EXPLAIN and EXPLAIN ANALYZE is extremely useful for understanding what's going on in your db-engine
Make sure relevant columns are indexed
Make sure irrelevant columns are not indexed (insert/update-performance can go down the drain if too many indexes must be updated)
Make sure your postgres.conf is tuned properly
Know what work_mem is, and how it affects your queries (mostly useful for larger queries)
Make sure your database is properly normalized
VACUUM for clearing out old data
ANALYZE for updating statistics (statistics target for amount of statistics)
Persistent connections (you could use a connection manager like pgpool or pgbouncer)
Understand how queries are constructed (joins, sub-selects, cursors)
Caching of data (i.e. memcached) is an option
And when you've exhausted those options: add more memory, faster disk-subsystem etc.
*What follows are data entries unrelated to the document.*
import { PairTree } from '../models/pair-tree.ts';
import { StaticModel } from '../models/static-model.ts';
import { compileTable } from '../models/static-table.ts';
import type { SymbolModel } from '../models/symbol-model.ts';
import { Meter } from '../stages/meter.ts';
import { RangeDecoder } from '../stages/range-decoder.ts';
import { newSymbolArray } from '../symbols/sequence.ts';
import { readTable } from './arith-decoder.ts';
import { continuationOf } from './arith-encoder.ts';
import { pricedModel } from './arith-price.ts';
import type { ArithSettings } from './arith-settings.ts';
import { adaptiveModelFor, startsAtMessages, tablesFor } from './arith-tables.ts';
import type { DecodeLimits, Setup } from './contract.ts';
import type { DecodedTaker, PiecesInput, Pricer } from './in-pieces.ts';
import { wholeMessages } from './message-pieces.ts';
import { PiecesWalk } from './pieces-walk.ts';
import { PricedMessages } from './priced-messages.ts';

const BLOCK_SYMBOLS = 2 ** 14;

/** Decodes from a source that is read in pieces; the range decoder asks for more bytes where it runs out of them. */
export function* decodeArithInPieces(
  settings: ArithSettings,
  input: PiecesInput,
  setup: Setup,
  limits: DecodeLimits,
  taker: DecodedTaker,
): Generator<undefined, number, undefined> {
  const walk = new PiecesWalk(setup, input, limits);
  const { window } = walk;
  const stage = new RangeDecoder(window, settings.rangeBits);
  const continuation = continuationOf(setup.lengths);
  const symbols = newSymbolArray(setup.alphabetSize, BLOCK_SYMBOLS);
  let model: SymbolModel | undefined;
  if (setup.policy === 'shipped') model = new StaticModel(tablesFor(setup, 'shipped').table);
  else if (setup.policy !== 'sent') model = adaptiveModelFor(settings, setup);
  for (let count = walk.next(); count >= 0; count = walk.next()) {
    if (setup.policy === 'sent') {
      const perMessage = setup.reset === 'message';
      if (perMessage ? count > 0 : model === undefined)
        model = readTable(settings, setup, perMessage ? count : limits.maxSymbols, window, stage);
    }
    if (startsAtMessages(setup)) model?.reset();
    stage.begin();
    for (let left = count; left > 0; ) {
      const block = Math.min(left, BLOCK_SYMBOLS);
      model!.decode(stage, symbols, 0, block);
      taker.take(symbols, 0, block);
      yield;
      left -= block;
    }
    // The window may move while the end is looked for; the result counts from where it is then.
    const end = stage.end(continuation);
    walk.close(window.sourceBit(end));
    taker.end();
  }
  return window.sourcePosition;
}

/** The prices of `arithPrice`, chunk by chunk; the fit is counted by whoever has the counts. */
export function arithPricer(settings: ArithSettings, setup: Setup): Pricer {
  const { order, positions } = settings;
  const fitOrder = positions > 1 ? undefined : order;
  const meter = new Meter();
  const perMessage = setup.policy === 'sent' && setup.reset === 'message';
  if (perMessage) return sentPricer(settings, setup, fitOrder);
  const model = pricedModel(settings, setup);
  const starts = startsAtMessages(setup);
  return new PricedMessages(fitOrder, {
    begin() {
      if (starts) model.reset();
    },
    add: (symbols, from, to) => model.encode(symbols, from, to, meter),
    takeBits: () => meter.takeBits(),
  });
}

/** A table for each message needs it whole. */
function sentPricer(
  settings: ArithSettings,
  { alphabetSize }: Setup,
  fitOrder: number | undefined,
): Pricer {
  const { order, positions } = settings;
  const pairs = new PairTree(alphabetSize, order, positions);
  const meter = new Meter();
  const priced = new PricedMessages(fitOrder, {
    begin() {},
    add(symbols, from, to) {
      pairs.clear();
      pairs.count(symbols, from, to);
      const model = new StaticModel(compileTable(pairs.tree, order, 'none', 'exact'));
      model.encode(symbols, from, to, meter);
    },
    takeBits: () => meter.takeBits(),
  });
  const whole = wholeMessages((symbols, from, to) =>
    priced.push({
      alphabetSize,
      symbols: symbols.subarray(from, to),
      messageEnds: Uint32Array.of(to - from),
    }),
  );
  return { push: (chunk) => whole.push(chunk), finish: () => priced.finish() };
}
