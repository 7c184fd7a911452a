import { addSteps, evenCounts, type OperationCounts } from '../models/counting-tally.ts';
import type { SymbolSequence } from '../symbols/sequence.ts';
import type { Coder, Setup, Tables } from './contract.ts';
import {
  addOperations,
  atBothEnds,
  type BothEnds,
  type EndCost,
  type EndOperations,
  extraCost,
  mostOf,
  sumOf,
} from './cost.ts';
import { messagesWhere, ownersOf } from './table-set-messages.ts';

/** Least bits so far and the table that gave them. */
const CHOICE_BYTES = 4 + 1;
/** The loop over tables, the comparison, the selector; the selector and its test. */
const CHOICE_STATEMENTS = { encoder: 10, decoder: 4 };

/**
 * The flash of all tables, the code once, and the RAM of the table that takes most; with several tables the choice beside it.
 */
export function tableSetCosts(
  coder: Coder,
  setup: Setup,
  sets: readonly Tables[],
  longestCodedBytes: number,
  sequence: SymbolSequence,
): BothEnds<EndCost> | undefined {
  let costs: BothEnds<EndCost> | undefined;
  for (const tables of sets) {
    const own = coder.costs?.({ ...setup, tables }, longestCodedBytes, sequence);
    if (own === undefined) return undefined;
    costs = costs === undefined ? own : atBothEnds(costs, own, besides);
  }
  if (costs === undefined || sets.length === 1) return costs;
  return atBothEnds(
    costs,
    {
      encoder: extraCost(0, CHOICE_BYTES, CHOICE_STATEMENTS.encoder),
      decoder: extraCost(0, 0, CHOICE_STATEMENTS.decoder),
    },
    sumOf,
  );
}

const besides = (a: EndCost, b: EndCost): EndCost => ({
  ...mostOf(a, b),
  flashBytes: a.flashBytes + b.flashBytes,
});

/**
 * The encoder codes each message with every table, tests after each whether it is the shortest, and codes it once more with
 * that; the decoder reads each with its own, after a test of the selector. The tests are booked on one symbol of a message.
 */
export function tableSetOperations(
  coder: Coder,
  sequence: SymbolSequence,
  setup: Setup,
  sets: readonly Tables[],
): EndOperations | undefined {
  if (coder.operations === undefined) return undefined;
  const owners = ownersOf(coder, { ...setup, align: 1 }, sets, sequence);
  let tried: OperationCounts | undefined;
  let coded: EndOperations | undefined;
  for (const [table, tables] of sets.entries()) {
    const inner = { ...setup, tables };
    const isAll = sets.length === 1;
    const own = coder.operations(
      isAll ? sequence : messagesWhere(sequence, (i) => owners[i] === table),
      inner,
    );
    if (own === undefined) return undefined;
    coded = coded === undefined ? own : addOperations(coded, own);
    if (isAll) continue;
    const all = coder.operations(sequence, inner);
    if (all === undefined) return undefined;
    tried = tried === undefined ? all.encoder : addSteps(tried, all.encoder);
  }
  if (coded === undefined || tried === undefined) return coded;
  const tests = (each: number): OperationCounts => {
    const { symbolCount, worst } = evenCounts(sequence.symbols.length, { branches: each });
    const total = evenCounts(owners.length, { branches: each }).total;
    return { symbolCount, total, worst };
  };
  return {
    encoder: addSteps(addSteps(tried, coded.encoder), tests(sets.length)),
    decoder: addSteps(coded.decoder, tests(1)),
  };
}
Hardware matters, especially on larger datasets.
And of course, read all the other threads on postgres/databases. :)
First and foremost, read the official manual's Performance Tips.
Running EXPLAIN on all your queries and understanding its output will let you know if your queries are as fast as they could be, and if you should be adding indexes.
Once you've done that, I'd suggest reading over the Server Configuration part of the manual. There are many options which can be fine-tuned to further enhance performance. Make sure to understand the options you're setting though, since they could just as easily hinder performance if they're set incorrectly.
Remember that every time you change a query or an option, test and benchmark so that you know the effects of each change.
Actually there are some simple rules which will get you in most cases enough performance:
Indices are the first part. Primary keys are automatically indexed. I recommend to put indices on all foreign keys. Further put indices on all columns which are frequently queried, if there are heavily used queries on a table where more than one column is queried, put an index on those columns together.
Memory settings in your postgresql installation. Set following parameters higher:
shared_buffers, work_mem, maintenance_work_mem, temp_buffers
If it is a dedicated database machine you can easily set the first 3 of these to half the ram (just be carefull under linux with shared buffers, maybe you have to adjust the shmmax parameter), in any other cases it depends on how much ram you would like to give to postgresql.
The absolute minimum I'll recommend is the EXPLAIN ANALYZE command. It will show a breakdown of subqueries, joins, et al., all the time showing the actual amount of time consumed in the operation. It will also alert you to sequential scans and other nasty trouble.
It is the best way to start.
Put fsync = off in your posgresql.conf, if you trust your filesystem, otherwise each postgresql operation will be imediately written to the disk (with fsync system call).
We have this option turned off on many production servers since quite 10 years, and we never had data corruptions.